- **Requirement**
All entries below are to be set down again exactly as given.

START Provided data

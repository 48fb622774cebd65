package heat

import (
	"fmt"
	"math"

	"keelfall/column"
)

// Solve returns the column's temperature and pressure: its given geotherm where it
// has one, the steady geotherm where its base has a temperature or a heat flow, else
// the pressure alone.
func Solve(c *column.Column) (*Profile, error) {
	switch {
	case len(c.Geotherm) > 0:
		return Given(c)
	case c.Base.HasTemperature || c.Base.HasHeatFlow:
		return Steady(c)
	}
	return Pressure(c)
}

// Steady returns the steady conductive geotherm, with the pressure that agrees with
// it. The column is one that column.Validate accepts, with a basal temperature or a
// basal heat flow.
//
// A basal temperature is met to 1e-13 of its value. Residual is an independent check
// of the heat balance: κ_c dT/dz is taken from the stored curves in the middle of
// every step, where no equation was imposed, and its change from one middle to the
// next (to the surface and basal flow at the ends) is compared with the heat produced
// between, by a quadrature of H; the largest misfit is given relative to the largest
// heat flow or to κ_c T/depth, whichever is more.
//
// Errors: a DomainError where the temperature falls to 0 K or the conductivity is not
// positive, and one with the bracket where no heat flow meets the basal temperature.
func Steady(c *column.Column) (*Profile, error) {
	p := newProfile(c)
	var made float64
	for i := range c.Layers {
		made += c.Layers[i].HeatProduction.Integral(c.Layers[i].Thickness)
	}
	ms := make([]march, len(c.Layers))
	for i := range ms {
		ms[i] = march{layer: &c.Layers[i], g: c.Gravity, top: p.Layers[i].Top}
	}
	if c.Base.HasHeatFlow {
		p.SurfaceFlow = c.Base.HeatFlow + made
		p.Iterations = 1
		if _, err := p.shoot(c, ms, p.SurfaceFlow); err != nil {
			return nil, err
		}
	} else {
		q, err := p.basalTemperature(c, ms)
		if err != nil {
			return nil, err
		}
		p.SurfaceFlow = q
	}
	p.BaseFlow = p.SurfaceFlow - made
	for i := range ms {
		p.Layers[i].spans = ms[i].curves(make([]span, 0, len(p.Layers[i].Nodes)), p.Layers[i].Nodes)
	}
	p.Residual = p.residual(c)
	return p, nil
}

// newProfile lays out the grid.
func newProfile(c *column.Column) *Profile {
	p := &Profile{HasTemperature: c.HasTemperature(), Layers: make([]Layer, len(c.Layers))}
	var top float64
	for i := range c.Layers {
		l := &c.Layers[i]
		bottom := top + l.Thickness
		p.Layers[i] = Layer{Top: top, Bottom: bottom, Nodes: grid(top, bottom, steps(l.Thickness, l.HeatProduction.DecayLength))}
		top = bottom
	}
	return p
}

// shoot integrates down from the surface with the heat flow q there and returns the
// temperature at the base.
func (p *Profile) shoot(c *column.Column, ms []march, q float64) (float64, error) {
	T, P := c.Surface.Temperature, 0.0
	for i := range ms {
		nodes := p.Layers[i].Nodes
		nodes[0].T, nodes[0].P = T, P
		ms[i].flow = q
		if err := ms[i].run(nodes); err != nil {
			return 0, err
		}
		last := nodes[len(nodes)-1]
		T, P, q = last.T, last.P, last.Flow
	}
	return T, nil
}

const (
	basalTolerance = 1e-13 // of the basal temperature; round-off is near 1e-14
	looseTolerance = 1e-10 // where one unit in the last place of q changes T by more
	maxShots       = 100
)

// basalTemperature finds the surface heat flow at which the base has its temperature,
// by secant steps. They are kept inside the bracket, once there is one, and replaced by
// halving it where they gain little; without one, a step that gains little is doubled.
// Too cold or too hot for the physics counts as far below or above.
func (p *Profile) basalTemperature(c *column.Column, ms []march) (float64, error) {
	want := c.Base.Temperature
	q, resistance, err := p.guess(c)
	if err != nil {
		return 0, err
	}
	cold, hot := math.Inf(-1), math.Inf(1) // flows known to be too low and too high
	step, before := 0.0, math.Inf(1)       // the last step and the misfit before it
	var misfit float64
	var lastErr error
	for p.Iterations = 1; p.Iterations <= maxShots; p.Iterations++ {
		T, err := p.shoot(c, ms, q)
		misfit = T - want
		if err != nil {
			lastErr = err
			misfit = math.Inf(1)
			if d, ok := err.(*DomainError); ok && d.Flow < 0 {
				misfit = math.Inf(-1)
			}
		}
		if math.Abs(misfit) <= basalTolerance*want {
			return q, nil
		}
		if misfit < 0 {
			cold = max(cold, q)
		} else {
			hot = min(hot, q)
		}
		next := -misfit / resistance
		if secant := step * misfit / (before - misfit); secant*misfit < 0 && !math.IsInf(before, 0) {
			next = secant
		}
		slow := math.Abs(misfit) > math.Abs(before)/2 || math.IsInf(misfit, 0)
		bracket := !math.IsInf(cold, 0) && !math.IsInf(hot, 0)
		switch {
		case bracket && (slow || q+next <= cold || q+next >= hot):
			next = (cold+hot)/2 - q
		case !bracket && math.IsInf(misfit, 0):
			next = math.Copysign(max(2*math.Abs(step), want/resistance), -misfit)
		case !bracket && slow && step != 0:
			next *= 2
		}
		if q+next == q { // the last digit of q is worth more than the tolerance
			if math.Abs(misfit) <= looseTolerance*want {
				return q, nil
			}
			break
		}
		step, before = next, misfit
		q += next
	}
	if lastErr == nil {
		lastErr = fmt.Errorf("none failed")
	}
	return 0, fmt.Errorf("heat: basal temperature %g K not met: with %g W/m² at the surface the misfit is %g K; too cold at %g, too hot at %g W/m²; last failure: %w", want, q, misfit, cold, hot, lastErr)
}

// guess returns a surface heat flow and the column's thermal resistance in K/(W/m²)
// with each layer's conductivity taken at a straight geotherm's middle.
func (p *Profile) guess(c *column.Column) (q, resistance float64, err error) {
	var P, made, lost float64 // lost: by how much the heat made lowers T at the base
	rise, depth := c.Base.Temperature-c.Surface.Temperature, c.Depth()
	for i := range c.Layers {
		l := &c.Layers[i]
		mid := (p.Layers[i].Top + p.Layers[i].Bottom) / 2
		T := c.Surface.Temperature + rise*mid/depth
		half := c.Gravity * l.Density.At(T, P, 0.5) * l.Thickness / 2
		k := l.Conductivity.Value(T, P+half)
		if !(k > 0) {
			return 0, 0, &DomainError{l.Name, mid, T, k, 0}
		}
		P += 2 * half
		resistance += l.Thickness / k
		lost += (made + l.HeatProduction.Integral(l.Thickness/2)) * l.Thickness / k
		made += l.HeatProduction.Integral(l.Thickness)
	}
	return (rise + lost) / resistance, resistance, nil
}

END Provided data

- **Completed task**
repository 48fb622774cebd65
package heat

import (
	"fmt"
	"math"

	"keelfall/column"
)

// Solve returns the column's temperature and pressure: its given geotherm where it
// has one, the steady geotherm where its base has a temperature or a heat flow, else
// the pressure alone.
func Solve(c *column.Column) (*Profile, error) {
	switch {
	case len(c.Geotherm) > 0:
		return Given(c)
	case c.Base.HasTemperature || c.Base.HasHeatFlow:
		return Steady(c)
	}
	return Pressure(c)
}

// Steady returns the steady conductive geotherm, with the pressure that agrees with
// it. The column is one that column.Validate accepts, with a basal temperature or a
// basal heat flow.
//
// A basal temperature is met to 1e-13 of its value. Residual is an independent check
// of the heat balance: κ_c dT/dz is taken from the stored curves in the middle of
// every step, where no equation was imposed, and its change from one middle to the
// next (to the surface and basal flow at the ends) is compared with the heat produced
// between, by a quadrature of H; the largest misfit is given relative to the largest
// heat flow or to κ_c T/depth, whichever is more.
//
// Errors: a DomainError where the temperature falls to 0 K or the conductivity is not
// positive, and one with the bracket where no heat flow meets the basal temperature.
func Steady(c *column.Column) (*Profile, error) {
	p := newProfile(c)
	var made float64
	for i := range c.Layers {
		made += c.Layers[i].HeatProduction.Integral(c.Layers[i].Thickness)
	}
	ms := make([]march, len(c.Layers))
	for i := range ms {
		ms[i] = march{layer: &c.Layers[i], g: c.Gravity, top: p.Layers[i].Top}
	}
	if c.Base.HasHeatFlow {
		p.SurfaceFlow = c.Base.HeatFlow + made
		p.Iterations = 1
		if _, err := p.shoot(c, ms, p.SurfaceFlow); err != nil {
			return nil, err
		}
	} else {
		q, err := p.basalTemperature(c, ms)
		if err != nil {
			return nil, err
		}
		p.SurfaceFlow = q
	}
	p.BaseFlow = p.SurfaceFlow - made
	for i := range ms {
		p.Layers[i].spans = ms[i].curves(make([]span, 0, len(p.Layers[i].Nodes)), p.Layers[i].Nodes)
	}
	p.Residual = p.residual(c)
	return p, nil
}

// newProfile lays out the grid.
func newProfile(c *column.Column) *Profile {
	p := &Profile{HasTemperature: c.HasTemperature(), Layers: make([]Layer, len(c.Layers))}
	var top float64
	for i := range c.Layers {
		l := &c.Layers[i]
		bottom := top + l.Thickness
		p.Layers[i] = Layer{Top: top, Bottom: bottom, Nodes: grid(top, bottom, steps(l.Thickness, l.HeatProduction.DecayLength))}
		top = bottom
	}
	return p
}

// shoot integrates down from the surface with the heat flow q there and returns the
// temperature at the base.
func (p *Profile) shoot(c *column.Column, ms []march, q float64) (float64, error) {
	T, P := c.Surface.Temperature, 0.0
	for i := range ms {
		nodes := p.Layers[i].Nodes
		nodes[0].T, nodes[0].P = T, P
		ms[i].flow = q
		if err := ms[i].run(nodes); err != nil {
			return 0, err
		}
		last := nodes[len(nodes)-1]
		T, P, q = last.T, last.P, last.Flow
	}
	return T, nil
}

const (
	basalTolerance = 1e-13 // of the basal temperature; round-off is near 1e-14
	looseTolerance = 1e-10 // where one unit in the last place of q changes T by more
	maxShots       = 100
)

// basalTemperature finds the surface heat flow at which the base has its temperature,
// by secant steps. They are kept inside the bracket, once there is one, and replaced by
// halving it where they gain little; without one, a step that gains little is doubled.
// Too cold or too hot for the physics counts as far below or above.
func (p *Profile) basalTemperature(c *column.Column, ms []march) (float64, error) {
	want := c.Base.Temperature
	q, resistance, err := p.guess(c)
	if err != nil {
		return 0, err
	}
	cold, hot := math.Inf(-1), math.Inf(1) // flows known to be too low and too high
	step, before := 0.0, math.Inf(1)       // the last step and the misfit before it
	var misfit float64
	var lastErr error
	for p.Iterations = 1; p.Iterations <= maxShots; p.Iterations++ {
		T, err := p.shoot(c, ms, q)
		misfit = T - want
		if err != nil {
			lastErr = err
			misfit = math.Inf(1)
			if d, ok := err.(*DomainError); ok && d.Flow < 0 {
				misfit = math.Inf(-1)
			}
		}
		if math.Abs(misfit) <= basalTolerance*want {
			return q, nil
		}
		if misfit < 0 {
			cold = max(cold, q)
		} else {
			hot = min(hot, q)
		}
		next := -misfit / resistance
		if secant := step * misfit / (before - misfit); secant*misfit < 0 && !math.IsInf(before, 0) {
			next = secant
		}
		slow := math.Abs(misfit) > math.Abs(before)/2 || math.IsInf(misfit, 0)
		bracket := !math.IsInf(cold, 0) && !math.IsInf(hot, 0)
		switch {
		case bracket && (slow || q+next <= cold || q+next >= hot):
			next = (cold+hot)/2 - q
		case !bracket && math.IsInf(misfit, 0):
			next = math.Copysign(max(2*math.Abs(step), want/resistance), -misfit)
		case !bracket && slow && step != 0:
			next *= 2
		}
		if q+next == q { // the last digit of q is worth more than the tolerance
			if math.Abs(misfit) <= looseTolerance*want {
				return q, nil
			}
			break
		}
		step, before = next, misfit
		q += next
	}
	if lastErr == nil {
		lastErr = fmt.Errorf("none failed")
	}
	return 0, fmt.Errorf("heat: basal temperature %g K not met: with %g W/m² at the surface the misfit is %g K; too cold at %g, too hot at %g W/m²; last failure: %w", want, q, misfit, cold, hot, lastErr)
}

// guess returns a surface heat flow and the column's thermal resistance in K/(W/m²)
// with each layer's conductivity taken at a straight geotherm's middle.
func (p *Profile) guess(c *column.Column) (q, resistance float64, err error) {
	var P, made, lost float64 // lost: by how much the heat made lowers T at the base
	rise, depth := c.Base.Temperature-c.Surface.Temperature, c.Depth()
	for i := range c.Layers {
		l := &c.Layers[i]
		mid := (p.Layers[i].Top + p.Layers[i].Bottom) / 2
		T := c.Surface.Temperature + rise*mid/depth
		half := c.Gravity * l.Density.At(T, P, 0.5) * l.Thickness / 2
		k := l.Conductivity.Value(T, P+half)
		if !(k > 0) {
			return 0, 0, &DomainError{l.Name, mid, T, k, 0}
		}
		P += 2 * half
		resistance += l.Thickness / k
		lost += (made + l.HeatProduction.Integral(l.Thickness/2)) * l.Thickness / k
		made += l.HeatProduction.Integral(l.Thickness)
	}
	return (rise + lost) / resistance, resistance, nil
}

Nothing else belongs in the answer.